– И все-таки зачем надо называть его главным ковбоем? – Обычные сетования ранчеро придали Джез мужества, и она вновь попробовала затронуть эту тему.
– Потому что никакая другая должность не даст Кейси власти над нашими пастухами. Это нужно, чтобы заставить их поторапливаться, а он здесь чужак, не забывай. И вообще, в чем дело? Это мое ранчо.
– Ни в чем, папа, – поспешила ответить Джез. – Я просто удивлена, вот и все. Это... случилось так быстро...
Весь уик-энд отец ни словом не обмолвился о Кейси Нельсоне, а ведь ожидал его со дня на день, это ясно. Значит, он не мог решиться сказать ей об этом и не сказал до тех пор, пока этот урод не объявился здесь. Итак, Майк Килкуллен решил подыскать себе замену, пусть хоть на год, но замену на работу, которой хотел заниматься всю свою жизнь.
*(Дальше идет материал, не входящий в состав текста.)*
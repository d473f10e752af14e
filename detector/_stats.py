"""Small robust statistics on 1-D arrays, without numpy's general-purpose wrappers.

``np.median`` handles any axis, masked and object arrays; for the one-dimensional float arrays of a
comparison (about 60 medians per pair) its bookkeeping costs more than the selection itself. The
functions here give the same numbers to the last bit (a test checks it).
"""

from __future__ import annotations

import math

import numpy as np

__all__ = ["median1d"]


def median1d(x: np.ndarray) -> float:
    """Median of a 1-D array, as ``np.median``: NaN if it holds a NaN or is empty.

    Parameters
    ----------
    x : numpy.ndarray
        One-dimensional float array (any unit; the result has the same unit).

    Returns
    -------
    float
    """
    a = np.asarray(x, dtype=np.float64).ravel()
    n = a.size
    if n == 0:
        return math.nan
    k = n // 2
    if n % 2:
        p = np.partition(a, (k, n - 1))  # NaN sorts last: partitioning the last place finds it
        return math.nan if math.isnan(p[-1]) else float(p[k])
    p = np.partition(a, (k - 1, k, n - 1))
    return math.nan if math.isnan(p[-1]) else float(0.5 * (p[k - 1] + p[k]))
Большинство скотоводов могли называть себя боссами, владельцами или кем угодно, но для Майка Килкуллена этого было недостаточно. Только положение главного ковбоя, формально более низкое по значению, и никакое другое, устроило бы его, человека, который гордился ответственностью, возложенной только на главного ковбоя. Человека, который садится в седло с восходом солнца и отдает распоряжения до заката; который сам может выполнить любую работу на ранчо: чинить забор и делать ставки на аукционе племенных быков в Сан-Франциско; который, врезаясь в стадо, с первого взгляда определяет больную корову и за несколько минут ставит диагноз; человека, который является лидером, непререкаемым, абсолютным и гордым хозяином земли, который весь день проводит в седле среди скота и вакерос.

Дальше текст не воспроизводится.